= Yvonne Stokes =

Australian mathematician

Yvonne Marie Stokes is an Australian mathematician whose research involves fluid mechanics, mathematical biology, and industrial applications of mathematics. She is a professor and Australian Research Council Future Fellow at the University of Adelaide.

==Education and career==
Stokes earned a bachelor's degree in mathematics and computer science at Murdoch University in 1991, and earned bachelor's honours in applied mathematics from the University of Adelaide in 1994. She completed her Ph.D. at the University of Adelaide in 1998. Her dissertation, Very viscous flows driven by gravity with particular application to slumping of molten glass, was supervised by Ernie Tuck.

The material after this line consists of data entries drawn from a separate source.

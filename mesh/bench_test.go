package mesh

import (
	"bytes"
	"context"
	"math"
	"math/rand/v2"
	"sync"
	"testing"

	"github.com/go-gl/mathgl/mgl64"
)

// benchMesh is a closed tapered curved tube of 205,312 triangles, the size of a fine canal scan.
var benchMesh = sync.OnceValue(func() *Mesh { return shapeCanalLike(256, 400) })

var benchSTL = sync.OnceValue(func() []byte {
	var buf bytes.Buffer
	if err := WriteSTL(&buf, benchMesh(), "demo bench tube"); err != nil {
		panic(err)
	}
	return buf.Bytes()
})

// Target: at least 150 MB/s of binary STL, weld and validation included.
func BenchmarkLoadSTL(b *testing.B) {
	data := benchSTL()
	b.SetBytes(int64(len(data)))
	b.ReportAllocs()
	for b.Loop() {
		m, _, err := Load(context.Background(), "bench.stl", bytes.NewReader(data), int64(len(data)), LoadOptions{})
		if err != nil || len(m.Triangles) != len(benchMesh().Triangles) {
			b.Fatal(err)
		}
	}
}

func BenchmarkWeld(b *testing.B) {
	soup := shapeSoup(benchMesh())
	b.SetBytes(int64(len(soup) * 24))
	for b.Loop() {
		Weld(soup, 1e-6)
	}
}

func BenchmarkValidate(b *testing.B) {
	m := benchMesh()
	for b.Loop() {
		Validate(m)
	}
}

// Target: well under 100 ms for 200k triangles.
func BenchmarkBVHBuild(b *testing.B) {
	m := benchMesh()
	for b.Loop() {
		NewBVH(m)
	}
}

// Rays from points on the centre curve toward the wall, as the radius map casts them.
func BenchmarkRay(b *testing.B) {
	m := benchMesh()
	bvh := NewBVH(m)
	rng := rand.New(rand.NewPCG(1, 1))
	type ray struct{ o, d mgl64.Vec3 }
	rays := make([]ray, 4096)
	fr := arcFrame(12, 1.4)
	for i := range rays {
		f := fr(rng.Float64())
		phi := 6.283 * rng.Float64()
		rays[i] = ray{f.c, f.n.Mul(math.Cos(phi)).Add(f.b.Mul(math.Sin(phi)))}
	}
	b.ResetTimer()
	i := 0
	for b.Loop() {
		r := rays[i%len(rays)]
		if _, ok := bvh.Ray(r.o, r.d, 10); !ok {
			b.Fatal("ray from inside the tube missed the wall")
		}
		i++
	}
}

func BenchmarkClosest(b *testing.B) {
	m := benchMesh()
	bvh := NewBVH(m)
	rng := rand.New(rand.NewPCG(2, 2))
	pts := make([]mgl64.Vec3, 4096)
	fr := arcFrame(12, 1.4)
	for i := range pts {
		pts[i] = fr(rng.Float64()).c.Add(randVec(rng, -0.5, 0.5))
	}
	b.ResetTimer()
	i := 0
	for b.Loop() {
		bvh.Closest(pts[i%len(pts)])
		i++
	}
}

func BenchmarkInside(b *testing.B) {
	m := benchMesh()
	bvh := NewBVH(m)
	rng := rand.New(rand.NewPCG(3, 3))
	pts := make([]mgl64.Vec3, 4096)
	fr := arcFrame(12, 1.4)
	for i := range pts {
		pts[i] = fr(rng.Float64()).c.Add(randVec(rng, -0.5, 0.5))
	}
	b.ResetTimer()
	i := 0
	for b.Loop() {
		bvh.Inside(pts[i%len(pts)])
		i++
	}
}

After postdoctoral research at the University of Adelaide, she became a lecturer at the university in 2002. She was given an ARC Future Fellowship in 2017, and was promoted to full professor in 2018.

==Activism==
Stokes chaired the Women in Mathematical Sciences Special Interest Group of the Australian Mathematical Society beginning in 2017. She has also been active in promoting women in science, technology, engineering, and mathematics, for instance in organising an annual workshop for advanced secondary students.

==Recognition==
In 2007, Stokes won the JH Michell Medal of ANZIAM.
In 2018 she won the EO Tuck Medal of ANZIAM, named after her advisor Ernie Tuck.